To be able to reuse the PV by a new install of the Neo4j Helm chart, remove its connection to the previous PVC:

  1. Edit the PV by running the following command:

    kubectl edit pv <pv-name>
  2. Remove the section spec.claimRef.

The PV goes back to the Available status and can be reused by a new install of the Neo4j Helm chart.

4.2. Provision persistent volumes dynamically

When using dynamic provisioning, the Neo4j release depends on Kubernetes to create a PV on-demand when Neo4j is installed.
For more information on dynamic provisioning, see the Kubernetes official documentation.

Why use dynamic provisioning?

Dynamic provisioning of PV for Neo4j is a good choice for development and test environments, where the ease of installation is more important than flexibility in managing the underlying storage and preservation of the stored data in all situations. With dynamic provisioning, a Neo4j Helm release uses either a specific Kubernetes StorageClass or the default StorageClass of the running Kubernetes cluster.

Using the default StorageClass is the quickest way to spin up and run Neo4j for simple tests, handling small amounts of data. However, it is not recommended for large amounts of data, as it may lead to performance issues.

It is recommended to create a dedicated StorageClass for Neo4j so that the underlying storage configuration can be specified to match the Neo4j usage as much as possible.

The volumes object in the Neo4j values.yaml file is used to configure dynamic provisioning.
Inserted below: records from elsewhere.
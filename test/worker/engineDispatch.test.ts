import { describe, expect, it } from 'vitest';
import { parseWaveformConfig } from '../../src/config/configParse';
import { createHash } from 'node:crypto';
import { generateWaveform } from '../../src/dsp/waveform/waveformGenerator';
import { exportToMemory } from '../../src/io/exportMemory';
import { createEngineDispatcher, packWaveform, summarizePlan } from '../../src/worker/engineDispatch';
import { PROTOCOL_VERSION, waveformBufferKeys, type WorkerResponse } from '../../src/worker/protocol';

// The worker must add nothing of its own (STYLE.md §5): what it posts is exactly what
// parseWaveformConfig + generateWaveform return, buffers moved rather than copied.

/** A small LTE 1.4 MHz uplink (6 RB, FFT 128; TS 36.101 Table 5.6-1) keeps each run to a few ms. */
const smallConfig = { standard: 'lte', link: 'uplink', bandwidthMHz: 1.4, symbols: 2, modulation: '16qam' };

interface Posted {
  message: WorkerResponse;
  transfer: Transferable[];
}

function createHarness() {
  const posted: Posted[] = [];
  const tasks: (() => void)[] = [];
  const dispatch = createEngineDispatcher({
    post: (message, transfer) => posted.push({ message, transfer }),
    schedule: (task) => tasks.push(task),
    now: () => 0,
  });
  const runTasks = () => tasks.splice(0, tasks.length).forEach((task) => task());
  return { posted, dispatch, runTasks };
}

const generate = (id: number, config: unknown = smallConfig) => ({
  type: 'generate',
  id,
  protocolVersion: PROTOCOL_VERSION,
  config,
});

describe('engine dispatcher', () => {
  it('posts exactly what the engine generates, with every buffer in the transfer list', () => {
    const { posted, dispatch, runTasks } = createHarness();
    dispatch(generate(1));
    expect(posted).toHaveLength(0); // queued for one task turn so newer requests can overtake it
    runTasks();
    expect(posted).toHaveLength(1);
    const { message, transfer } = posted[0]!;
    if (message.type !== 'generated') throw new Error(`expected generated, got ${message.type}`);
    const expected = generateWaveform(parseWaveformConfig(smallConfig));
    expect(message.config).toEqual(parseWaveformConfig(smallConfig));
    expect(new Float64Array(message.buffers.waveformIq)).toEqual(expected.waveformIq);
    expect(new Float64Array(message.buffers.dataSymbolsIq)).toEqual(expected.dataSymbolsIq);
    expect(new Uint8Array(message.buffers.gridKinds)).toEqual(expected.gridKinds);
    expect(message.meta.symbolLayout).toEqual(expected.symbolLayout);
    expect(message.meta.summary).toEqual(summarizePlan(expected.plan));
    expect(new Set(transfer)).toEqual(new Set(waveformBufferKeys.map((key) => message.buffers[key])));
    expect(() => structuredClone(message, { transfer })).not.toThrow();
  });

  it('copies a buffer it cannot move whole (a subarray view) instead of transferring its parent', () => {
    const waveform = generateWaveform(parseWaveformConfig(smallConfig));
    const shared = new Float64Array(waveform.waveformIq.length + 8);
    shared.set(waveform.waveformIq, 4);
    const view = shared.subarray(4, 4 + waveform.waveformIq.length);
    const { buffers } = packWaveform({ ...waveform, waveformIq: view });
    expect(buffers.waveformIq).not.toBe(shared.buffer);
    expect(new Float64Array(buffers.waveformIq)).toEqual(waveform.waveformIq);
  });

  it('returns INVALID_CONFIG with the schema issues for a bad field', () => {
    const { posted, dispatch, runTasks } = createHarness();
    dispatch(generate(4, { ...smallConfig, oversampling: 17 }));
    runTasks();
    const { message } = posted[0]!;
    expect(message).toMatchObject({ type: 'error', id: 4, code: 'INVALID_CONFIG' });
    if (message.type !== 'error') return;
    expect(message.message).toContain('oversampling');
    expect(message.details?.issues).toEqual([expect.objectContaining({ path: 'oversampling' })]);
  });

  it('drops a generate request that a newer one overtook, and a cancelled one', () => {
    const { posted, dispatch, runTasks } = createHarness();
    dispatch(generate(1));
    dispatch(generate(2));
    runTasks();
    expect(posted.map((p) => `${p.message.type}:${p.message.id}`)).toEqual(['generated:2']);

    dispatch(generate(3));
    dispatch({ type: 'cancel', id: 4, protocolVersion: PROTOCOL_VERSION, targetId: 3 });
    runTasks();
    expect(posted).toHaveLength(1);
  });

  it('builds an export with the same src/io code and bytes as the CLI, moving the data buffer', () => {
    const { posted, dispatch, runTasks } = createHarness();
    const options = { format: 'sigmf-ci16', level: { mode: 'rms', levelDbfs: -15 } };
    dispatch({ type: 'export', id: 9, protocolVersion: PROTOCOL_VERSION, config: smallConfig, options });
    runTasks();
    const { message, transfer } = posted[0]!;
    if (message.type !== 'exported') throw new Error(`expected exported, got ${message.type}`);
    const expected = exportToMemory(parseWaveformConfig(smallConfig), options as Parameters<typeof exportToMemory>[1]);
    expect(new Uint8Array(message.data)).toEqual(expected.data);
    expect(message.metaText).toBe(expected.metaText);
    expect(message.sha512Hex).toBe(expected.sha512Hex);
    // SHA-512 of the data, by node:crypto (independent of src/io/sha512.ts).
    expect(createHash('sha512').update(new Uint8Array(message.data)).digest('hex')).toBe(message.sha512Hex);
    expect(message.report.rmsDbfs).toBeCloseTo(-15, 1);
    expect(transfer).toEqual([message.data]);
  });

  it('does not hold a newer generate back behind an export, nor drop either', () => {
    const { posted, dispatch, runTasks } = createHarness();
    dispatch({ type: 'export', id: 1, protocolVersion: PROTOCOL_VERSION, config: smallConfig, options: {} });
    dispatch(generate(2));
    runTasks();
    expect(posted.map((p) => `${p.message.type}:${p.message.id}`)).toEqual(['exported:1', 'generated:2']);
  });

  it('refuses a message from another protocol version or of unknown shape', () => {
    const { posted, dispatch } = createHarness();
    dispatch({ ...generate(7), protocolVersion: PROTOCOL_VERSION + 1 });
    dispatch({ hello: 'worker' });
    expect(posted.map((p) => p.message)).toEqual([
      expect.objectContaining({ type: 'error', id: 7, code: 'INTERNAL', message: expect.stringContaining('reload the page') }),
      expect.objectContaining({ type: 'error', id: -1, code: 'INTERNAL' }),
    ]);
  });
});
4.2.1. Use the default StorageClass to dynamically provision persistent volumes

To use the default StorageClass and a storage size 100Gi, set the following values:

volumes:
  data:
    mode: "defaultStorageClass"
    defaultStorageClass:
      requests:
        storage: 100Gi

4.2.2. Use a dedicated StorageClass to dynamically provision persistent volumes

To use a dedicated StorageClass, you define it in a YAML file and create it using kubectl create. The permitted specification values depend on the provisioner being used. Full details of StorageClass specification are covered in the Kubernetes official documentation.

StorageClass called neo4j-storage that has a storage size 100Gi
volumes:
  import:
    mode: dynamic
    dynamic:
      storageClassName: "neo4j-storage"
      requests:
        storage: 1Ti

The performance of Neo4j is very dependent on the latency, IOPS capacity, and throughput of the storage it is using. For the best performance of Neo4j, use the best available disks (e.g., SSD) and set IOPS throttling/quotas to high values. For some cloud providers, IOPS throttling is proportional to the size of the volume. In these cases, the best performance is achieved by setting the size of the volume based on the desired IOPS rather than the amount required for data storage.


1. Not recommended because of inconsistencies in Docker Desktop handling of hostPath volumes.